YOUR OBJECTIVE:
Below are entries. Reproduce exactly the lines between the line holding "long rows of" and the line holding "return Verification(received, table, len(todo), len(planned)", inclusive, and only those.
[Start of section]
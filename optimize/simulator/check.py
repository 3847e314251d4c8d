"""`ampfront check`: rebuild chosen front designs from the results folder's own data, simulate them in
ngspice on Dask workers, and compare with what the model predicts; every judged figure kept in check.csv.

A results folder may come from a colleague: nothing in it is run. The designs are rebuilt from the study
text and design vectors the folder records, their netlists written afresh by ampfront and sent as text to
the workers, and a testbench in the folder that differs from what ampfront would write is refused before
anything runs.
"""

from __future__ import annotations

import json
import math
import re
from collections.abc import Callable
from dataclasses import dataclass, replace
from pathlib import Path

import numpy as np
import pandas as pd

from ampfront import topologies
from ampfront.optimize.outputs.folder import MANIFEST, TOOL_MARK
from ampfront.optimize.outputs.netlist import IDENTIFIER, NetlistError, design_files, step_horizon
from ampfront.optimize.outputs.tables import X_PREFIX, design_vectors
from ampfront.optimize.simulator import cluster, verdict
from ampfront.optimize.simulator.ledger import Ledger
from ampfront.optimize.simulator.ngspice import DEFAULT_TIMEOUT_S
from ampfront.optimize.simulator.selection import choose
from ampfront.optimize.simulator.tasks import LOOP, OPEN_LOOP, STEP, SUFFIX, SWING, Task, make_task
from ampfront.optimize.simulator.verdict import AGREES, FIGURES, REJECTION_CEILING_DB
from ampfront.optimize.spec.corners import corner_set, evaluate_study
from ampfront.optimize.spec.study import Study, load_study
from ampfront.topologies.catalog import AGREEMENT, M, METRICS, SWING_SHORTFALL_V, SWING_SLACK_V
from ampfront.topologies.errors import InputError
from ampfront.topologies.process.techfile import file_hash, load

CORNER = "nominal"   # the corner column of a one-corner study; with corners, their labels
NOT_REBUILT = "not rebuildable"
# Netlists print values to 6 significant digits; a rebuilt design may differ from the searched one in the
# last bits, so numbers are compared to this relative tolerance and everything else exactly.
_NUMBER_TOLERANCE = 1e-5


@dataclass(frozen=True)
class Received:
    """A results folder, read and validated: the study it was made from, its technology, its front."""

    folder: Path
    study: Study
    tech: object
    kind: str
    front: pd.DataFrame


def _fail(folder: Path, key: str, expected: str, got=None):
    raise InputError(str(folder), key, expected, got)


def read_result(folder: Path) -> Received:
    if not folder.is_dir():
        _fail(folder, "(folder)", "a folder written by 'ampfront run'")
    try:
        manifest = json.loads((folder / MANIFEST).read_text(encoding="utf-8"))
    except FileNotFoundError:
        _fail(folder, MANIFEST, "a folder written by 'ampfront run' (no manifest.json)")
    except (OSError, ValueError, UnicodeDecodeError):
        _fail(folder, MANIFEST, "the JSON manifest 'ampfront run' writes")
    if not isinstance(manifest, dict) or manifest.get("tool") != TOOL_MARK:
        _fail(folder, MANIFEST, "a manifest written by ampfront")
    study_entry, tech_entry = manifest.get("study"), manifest.get("technology")
    if not (isinstance(study_entry, dict) and isinstance(study_entry.get("text"), str)
            and isinstance(study_entry.get("file"), str) and isinstance(tech_entry, dict)):
        _fail(folder, MANIFEST, "a manifest of this version of ampfront (with the study's text); run the study again")
    study = load_study(Path(study_entry["file"]), topologies.available(), text=study_entry["text"])
    if file_hash(study.technology, study.corner) != tech_entry.get("sha256"):
        _fail(folder, f"{MANIFEST} technology", "the technology the results were made with (its file or tables "
              "have changed since)", str(study.technology))
    tech = load(study.technology, study.corner)
    return Received(folder, study, tech, _kind(tech), _front(folder, study, tech))


def _kind(tech) -> str:
    return tech.kind


def _front(folder: Path, study: Study, tech) -> pd.DataFrame:
    path = folder / "front.csv"
    try:
        front = pd.read_csv(path, dtype={"topology": str, "design": str})
    except FileNotFoundError:
        _fail(folder, "front.csv", "a folder written by 'ampfront run' (no front.csv)")
    except (pd.errors.EmptyDataError, pd.errors.ParserError, UnicodeDecodeError, ValueError):
        _fail(folder, "front.csv", "the table 'ampfront run' writes")
    for column in ("topology", "design"):
        if column not in front.columns:
            _fail(folder, "front.csv", f"a '{column}' column")
    if front.empty:
        _fail(folder, "front.csv", "at least one design")
    known = topologies.available()
    for _, row in front.iterrows():
        if row["topology"] not in study.topologies or row["topology"] not in known:
            _fail(folder, "front.csv topology", f"a topology of the study ({', '.join(study.topologies)})",
                  row["topology"])
        if not isinstance(row["design"], str) or not IDENTIFIER.match(row["design"]):
            _fail(folder, "front.csv design", "a plain design name (letters, digits, _)", row["design"])
    for name in front["topology"].unique():
        needed = [f"{X_PREFIX}{v.name}" for v in known[name].variables(tech)]
        rows = front[front["topology"] == name]
        for column in needed:
            if column not in front.columns:
                _fail(folder, "front.csv", f"the design-variable column '{column}'")
            values = pd.to_numeric(rows[column], errors="coerce").to_numpy(float)
            if not np.isfinite(values).all():
                _fail(folder, f"front.csv {column}", "finite numbers")
    return front


_TOKEN = re.compile(r"^([A-Za-z_]*=)?([-+]?(?:\d+\.?\d*|\.\d+)(?:[eE][-+]?\d+)?)$")


def same_netlist(ours: str, theirs: str) -> bool:
    """True when two netlists say the same thing: identical but for numbers within the print precision."""
    a, b = ours.splitlines(), theirs.splitlines()
    if len(a) != len(b):
        return False
    for line_a, line_b in zip(a, b):
        if line_a == line_b:
            continue
        ta, tb = line_a.split(), line_b.split()
        if len(ta) != len(tb):
            return False
        for x, y in zip(ta, tb):
            if x == y:
                continue
            mx, my = _TOKEN.match(x), _TOKEN.match(y)
            if not (mx and my) or mx.group(1) != my.group(1):
                return False
            vx, vy = float(mx.group(2)), float(my.group(2))
            if abs(vx - vy) > _NUMBER_TOLERANCE * max(abs(vx), abs(vy), 1e-30):
                return False
    return True



@dataclass(frozen=True)
class Planned:
    task: Task
    topology: str
    model: dict
    vdd: float      # the supply at the task's corner (power from the simulated current)


def plan(received: Received, picks: pd.DataFrame, timeout: float) -> tuple[list[Planned], list[dict]]:
    """Every testbench of every picked design, at every corner of the study, as a task with what the model
    predicts there; designs that cannot be rebuilt as rows saying so. Refuses the whole folder if any
    netlist in it is not what ampfront writes."""
    planned, unbuilt = [], []
    init = tuple(received.tech.spice_init or ())
    study, tech = received.study, received.tech
    corners = corner_set(study, tech)
    for name, group in picks.groupby("topology", sort=False):
        topology = topologies.available()[name]
        metrics, build, result = evaluate_study(topology, design_vectors(group), tech, study, corners, step=True)
        if result is None:
            at = [(CORNER, "", build, tech, study.conditions, metrics)]
        else:
            at = [(label, "" if k == 0 else f"_{label}", result.builds[label], c.tech,
                   replace(study.conditions, vdd=c.vdd), result.by_corner[label])
                  for k, (label, c) in enumerate(result.at.items())]
        for corner, suffix, built, device_model, cond, values in at:
            for j, base in enumerate(group["design"]):
                design = f"{base}{suffix}"
                model = {k: float(v[j]) for k, v in values.items()}
                try:
                    horizon = step_horizon(model[M.gbw_hz], model[M.settling_s])
                    files = design_files(built, j, device_model, cond, design, topology.title, horizon)
                except NetlistError as error:
                    unbuilt += [{"design": base, "corner": corner, "metric": metric, "model": model.get(metric),
                                 "status": NOT_REBUILT, "topology": name, "testbench": bench, "reason": str(error)}
                                for bench, figures in FIGURES.items() for metric in figures
                                if bench != LOOP or study.conditions.applied]
                    continue
                _refuse_changed(received.folder, files)
                sub = f"{design}.sp"
                # The application's testbench only where the study states one (design_files writes it then).
                for bench in (b for b in (OPEN_LOOP, SWING, STEP, LOOP) if f"{design}{SUFFIX[b]}" in files):
                    deck = f"{design}{SUFFIX[bench]}"
                    task = make_task(base, bench, {deck: files[deck], sub: files[sub]}, init,
                                     study.conditions.v_cm, timeout, corner, design)
                    planned.append(Planned(task, name, model, cond.vdd))
    return planned, unbuilt


def _refuse_changed(folder: Path, files: dict[str, str]) -> None:
    for file, text in files.items():
        theirs = folder / "netlists" / file
        if theirs.is_file():
            try:
                same = same_netlist(text, theirs.read_text(encoding="utf-8"))
            except (OSError, UnicodeDecodeError):
                same = False
            if not same:
                raise InputError(str(theirs), "(netlist)", "the netlist ampfront writes for this design; it "
                                 "was changed after the run, so ampfront will not run it")


@dataclass
class Verification:
    """The long rows of every picked design (fresh and from an earlier check.csv), in front order."""

    received: Received
    rows: pd.DataFrame
    ran: int          # tasks simulated this time
    reused: int       # tasks whose rows an earlier check left in check.csv
    path: Path

    def wide(self) -> pd.DataFrame:
        return wide(self.rows)


def verify(folder: Path, designs: str = "5", timeout: float = DEFAULT_TIMEOUT_S, scheduler: str | None = None,
           workers: int | None = None, fresh: bool = False, per_topology: bool = True,
           progress: Callable[[int, int], None] | None = None) -> Verification:
    received = read_result(folder)
    picks = received.front.iloc[choose(received.front, received.study.objectives, designs, per_topology)]
    planned, unbuilt = plan(received, picks, timeout)
    constraints, vdd = received.study.constraints, received.study.conditions.vdd
    rows: list[dict] = list(unbuilt)
    with Ledger(folder, fresh) as ledger:
        if unbuilt:
            ledger.append(unbuilt)
        todo = [p for p in planned if p.task.key not in ledger.done]
        for p in planned:
            rows += ledger.done.get(p.task.key, [])
        if progress:
            progress(0, len(todo))
        if todo:
            by_key = {p.task.key: p for p in todo}
            with cluster.client(scheduler, workers) as dask_client:
                for n, (task, outcome) in enumerate(cluster.run(dask_client, [p.task for p in todo]), 1):
                    p = by_key[task.key]
                    fresh_rows = verdict.rows(task, outcome, p.topology, p.model, received.kind, constraints, p.vdd)
                    ledger.append(fresh_rows)
                    rows += fresh_rows
                    if progress:
                        progress(n, len(todo))
    order = {d: k for k, d in enumerate(picks["design"])}
    table = pd.DataFrame(rows)
    table = table.sort_values("design", key=lambda s: s.map(order), kind="stable").reset_index(drop=True)
    return Verification(received, table, len(todo), len(planned) - len(todo), ledger.path)


def check_folder(folder: Path, count: int = 5, timeout: float = DEFAULT_TIMEOUT_S, **options) -> pd.DataFrame:
    """Simulate `count` designs of each topology (its knee and extremes first, then spread along its
    front); one row per design with `<metric>_model`, `<metric>_spice`, `within_bounds` and `status`
    ("ok", or the first reason it is not)."""
    return verify(folder, str(count), timeout, **options).wide()


def wide(rows: pd.DataFrame) -> pd.DataFrame:
    out = []
    for (design, corner), group in rows.groupby(["design", "corner"], sort=False):
        entry = {"design": design, "corner": corner, "topology": group["topology"].iloc[0]}
        problems = []
        for _, r in group.iterrows():
            entry[f"{r['metric']}_model"] = r["model"]
            entry[f"{r['metric']}_spice"] = r.get("simulated", math.nan)
            entry[f"{r['metric']}_error"] = r.get("error", math.nan)
            if r["status"] != AGREES:
                label = METRICS[r["metric"]].label
                bound = "swing" if r["testbench"] == SWING else "agreement"
                problems.append(f"{label} outside the {bound} bound" if r["status"] == verdict.DISAGREES
                                else f"{r['testbench']} {r['status']}: {r.get('reason', '')}")
        entry["within_bounds"] = not problems
        entry["status"] = problems[0] if problems else "ok"
        out.append(entry)
    return pd.DataFrame(out)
[End of section]
EXERCISE OUTPUT:
    """The long rows of every picked design (fresh and from an earlier check.csv), in front order."""

    received: Received
    rows: pd.DataFrame
    ran: int          # tasks simulated this time
    reused: int       # tasks whose rows an earlier check left in check.csv
    path: Path

    def wide(self) -> pd.DataFrame:
        return wide(self.rows)


def verify(folder: Path, designs: str = "5", timeout: float = DEFAULT_TIMEOUT_S, scheduler: str | None = None,
           workers: int | None = None, fresh: bool = False, per_topology: bool = True,
           progress: Callable[[int, int], None] | None = None) -> Verification:
    received = read_result(folder)
    picks = received.front.iloc[choose(received.front, received.study.objectives, designs, per_topology)]
    planned, unbuilt = plan(received, picks, timeout)
    constraints, vdd = received.study.constraints, received.study.conditions.vdd
    rows: list[dict] = list(unbuilt)
    with Ledger(folder, fresh) as ledger:
        if unbuilt:
            ledger.append(unbuilt)
        todo = [p for p in planned if p.task.key not in ledger.done]
        for p in planned:
            rows += ledger.done.get(p.task.key, [])
        if progress:
            progress(0, len(todo))
        if todo:
            by_key = {p.task.key: p for p in todo}
            with cluster.client(scheduler, workers) as dask_client:
                for n, (task, outcome) in enumerate(cluster.run(dask_client, [p.task for p in todo]), 1):
                    p = by_key[task.key]
                    fresh_rows = verdict.rows(task, outcome, p.topology, p.model, received.kind, constraints, p.vdd)
                    ledger.append(fresh_rows)
                    rows += fresh_rows
                    if progress:
                        progress(n, len(todo))
    order = {d: k for k, d in enumerate(picks["design"])}
    table = pd.DataFrame(rows)
    table = table.sort_values("design", key=lambda s: s.map(order), kind="stable").reset_index(drop=True)
    return Verification(received, table, len(todo), len(planned) - len(todo), ledger.path)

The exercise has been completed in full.